Le 4 février 1945, Staline, Roosevelt et Churchill se réunissent à Yalta (Ukraine), sur les bords de la mer Noire. Cette conférence au sommet marque le début de « l’après-guerre ». Depuis, la chute du « Mur de Berlin » a redistribué les cartes. 60 ans après, qui se souvient encore de ces accords qui devaient décider de l’avenir du monde occidental ?

Proposée dès septembre 1944 par le président américain, la conférence s’impose aux trois belligérants en raison de la rapide évolution de la situation militaire. Elle s’inscrit dans la continuité de la conférence de Téhéran (28 novembre - 2 décembre 1943) qui avait déjà largement scellé le sort de la Pologne et des pays Baltes (majuscule, d’après le Robert) et mis en évidence les analyses contrastées des Trois Grands vis-à-vis de la France.

Le choix de la station balnéaire de Yalta est un ukase de Staline qui exige que l’entrevue ait lieu sur la terre soviétique. Deux raisons à cela : il a peur de l’avion, mais il tient surtout à démontrer qu’il est le plus grand d’autant que l’Armée Rouge fonce irrésistiblement vers l’Ouest (Berlin n’est plus qu’à 100 km) alors que les Anglo-Saxons sont encore derrière le Rhin. Roosevelt, bien que très affaibli par sa maladie (qui est un secret d’Etat farouchement gardé), accepte de faire ce long déplacement.
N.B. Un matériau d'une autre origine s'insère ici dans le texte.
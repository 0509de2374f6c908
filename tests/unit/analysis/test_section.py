"""A section of runs (vpkit.analysis.section): grouping by liquid, one row per liquid,
the joint fit. Expected values: generalized least squares of independent runs (Aitken
1935) worked by hand: k identical runs give the same parameters and 1/k of the
covariance."""

import dataclasses

import numpy as np
import pytest

import vpkit
from tests.conftest import make_run
from vpkit.analysis.section import joint_fit, liquid_key
from vpkit.physics.simulate import NOISE


def _renamed(run, liquid):
    return dataclasses.replace(run, entries=tuple(
        (k, vpkit.Entry(liquid) if k == "liquid" else e) for k, e in run.entries))


def test_runs_group_by_liquid_as_people_type_it():
    assert liquid_key("Ethanol") == liquid_key("EtOH ") == "ethanol"
    assert liquid_key("Sample  B") == liquid_key("sample b")


def test_identical_runs_give_the_runs_fit_and_a_kth_of_its_covariance():
    run = make_run("ethanol")  # noise-free: no χ² scaling of the run or of the joint fit
    many = vpkit.analyze_many({f"r{k}": run for k in range(3)})
    res = many.blocks[0][1]
    assert not res.fit.scaled[0]
    joint = joint_fit(many.blocks, ["r0", "r1", "r2"], passes=0)
    np.testing.assert_allclose(joint["params"], res.fit.params[0], rtol=1e-10)
    np.testing.assert_allclose(joint["cov"], res.fit.cov[0] / 3, rtol=1e-8)


def test_one_row_per_liquid_with_two_runs_and_scores_for_its_runs():
    rng = np.random.default_rng(8)
    runs = {f"e{k}": make_run("ethanol", noise=NOISE, rng=rng) for k in range(4)}
    runs["w0"] = make_run("water", noise=NOISE, rng=rng)  # alone: no section
    runs["b0"] = _renamed(make_run("2-propanol", noise=NOISE, rng=rng), "Sample B")
    runs["b1"] = _renamed(make_run("2-propanol", noise=NOISE, rng=rng), "sample b")
    many = vpkit.analyze_many(runs)
    assert list(many.consensus["liquid"]) == ["ethanol", "sample b"]
    s = many.summary.set_index("run_id")
    assert np.isnan(s.loc["w0", "ζ vs consensus"]) and s.loc["w0", "signal"] == ""
    assert np.isfinite(s.loc[["e0", "e1", "e2", "e3", "b0", "b1"], "ζ vs consensus"]).all()
    row = many.consensus.set_index("liquid").loc["ethanol"]
    assert row["runs"] == 4 and row["T_m [K]"] == pytest.approx(
        s.loc[["e0", "e1", "e2", "e3"], "T_m [K]"].mean())


def test_a_planted_gross_error_is_flagged_with_its_score():
    rng = np.random.default_rng(9)
    runs = {f"e{k:02d}": make_run("ethanol", noise=NOISE, rng=rng) for k in range(12)}
    bad = runs["e05"]  # a thermometer read 4 K high above 40 degC: the slope is wrong
    runs["e05"] = dataclasses.replace(bad, bath_temperature=tuple(
        t + (4.0 if t > 40 else 0.0) for t in bad.bath_temperature))
    many = vpkit.analyze_many(runs)
    row = many.summary.set_index("run_id").loc["e05"]
    worst = max(abs(row["ζ vs consensus"]), abs(row["ζ vs consensus (T_b)"]))
    assert row["signal"] == "action" and worst >= 3
    assert "section action signal" in row["flags"] and "ζ = " in row["flag reasons"]
    others = many.summary.set_index("run_id").drop(index="e05")
    assert (others["signal"] != "action").all()
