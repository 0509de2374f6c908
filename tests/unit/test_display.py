"""The one rounding rule for numbers shown to a user: a standard uncertainty with two
significant digits and its value rounded to match (JCGM 100:2008, GUM, 7.2.6)."""

import pytest

from vpkit import display as D


@pytest.mark.parametrize("v,u,expected", [
    (42.4312, 0.9197, "42.43 ± 0.92 kJ/mol"),
    (42.4312, 1.2345, "42.4 ± 1.2 kJ/mol"),
    (4235.6, 12.3, "4236 ± 12 kJ/mol"),
    (4235.6, 123.0, "4240 ± 120 kJ/mol"),
    (0.000123456, 0.0000023, "0.0001235 ± 0.0000023 kJ/mol"),
])
def test_value_with_uncertainty(v, u, expected):
    assert D.value_u(v, u, "kJ/mol") == expected


def test_no_negative_zero_and_missing_values():
    assert D.signed(-0.0004, "%") == "+0.0 %"
    assert D.number(float("nan")) == "—" and D.value_u(float("nan"), 1.0) == "—"
    assert D.number(29.600000000000023) == "29.60"  # no float noise; four digits kept


def test_numbers_without_u_keep_four_significant_digits():
    """81, 99.25, -0.9329 and 0.9701 side by side read as unequal precision; the rule keeps
    the significant zeros."""
    assert [D.number(v) for v in (81, 99.25, -0.93294, 0.97012)] == [
        "81.00", "99.25", "-0.9329", "0.9701"]
    assert D.number(123456.7) == "123500" and D.count(1, "run") == "1 run"
    assert D.count(3, "run") == "3 runs" and D.count(0, "point") == "0 points"


def test_an_uncertainty_alone_keeps_two_significant_digits():
    """GUM 7.2.6 (JCGM 100:2008): two significant digits for an uncertainty; a budget cell
    of 0.1 kJ/mol reads 0.10, like the same u beside its value."""
    assert D.uncertainty(0.1, "kJ/mol") == "0.10 kJ/mol"
    assert D.uncertainty(0.0924, "K") == "0.092 K"
    assert D.value_u(-0.9249, 0.0924, "K").endswith("± 0.092 K")


def test_units_converted_at_the_edge():
    assert D.quantity(373.124, 0.012, "degC", "temperature") == "99.974 ± 0.012 °C"
    assert D.quantity(101325.0, None, "kPa", "pressure") == "101.3 kPa"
La France n’est pas invitée

La France est absente des débats. Pourtant Staline et Churchill n’étaient pas formellement opposés à ce qu’elle soit à leurs côtés. Le refus explicite vient du président Roosevelt qui charge son premier conseiller et ami Harry Hopkins d’en informer le général de Gaulle quelques jours avant la conférence. Le 5 février, parlant à la radio, de Gaulle formule cet avertissement : « [...] Quant au règlement de la paix future, nous avons fait connaître à nos alliés que la France ne serait, bien entendu, engagée par absolument rien qu’elle n’aurait été à même de discuter et d’approuver au même titre que les autres....Je précise que la présence des forces françaises d’un bout à l’autre du Rhin, la séparation des territoires de la rive gauche du fleuve et du bassin de la Ruhr de ce que sera l’Etat allemand, l’indépendance des nations polonaise, tchécoslovaque, autrichienne et balkaniques, sont des conditions que la France juge essentielles [ ...] »

Les négociations

Entre temps, les délégations américaine et britannique, 150 personnes au total, atterrissent sur l’aérodrome de Saki, à 200 km de Yalta. Le trajet par une route de montagne, 6 heures sont nécessaires, détériore encore un peu plus le mauvais état de santé de Roosevelt. Les conditions d’hébergement sont médiocres, sauf pour les chefs d’Etat. Les généraux britanniques sont 4 ou 5 par chambre et n’ont qu’une salle de bain pour 20. La délégation américaine n’est pas mieux lotie : une chambre pour 8 généraux. Et que dire des colonels entassés à 16 dans un dortoir ! Cette promiscuité ne sera pas sans effet sur les relations tripartites.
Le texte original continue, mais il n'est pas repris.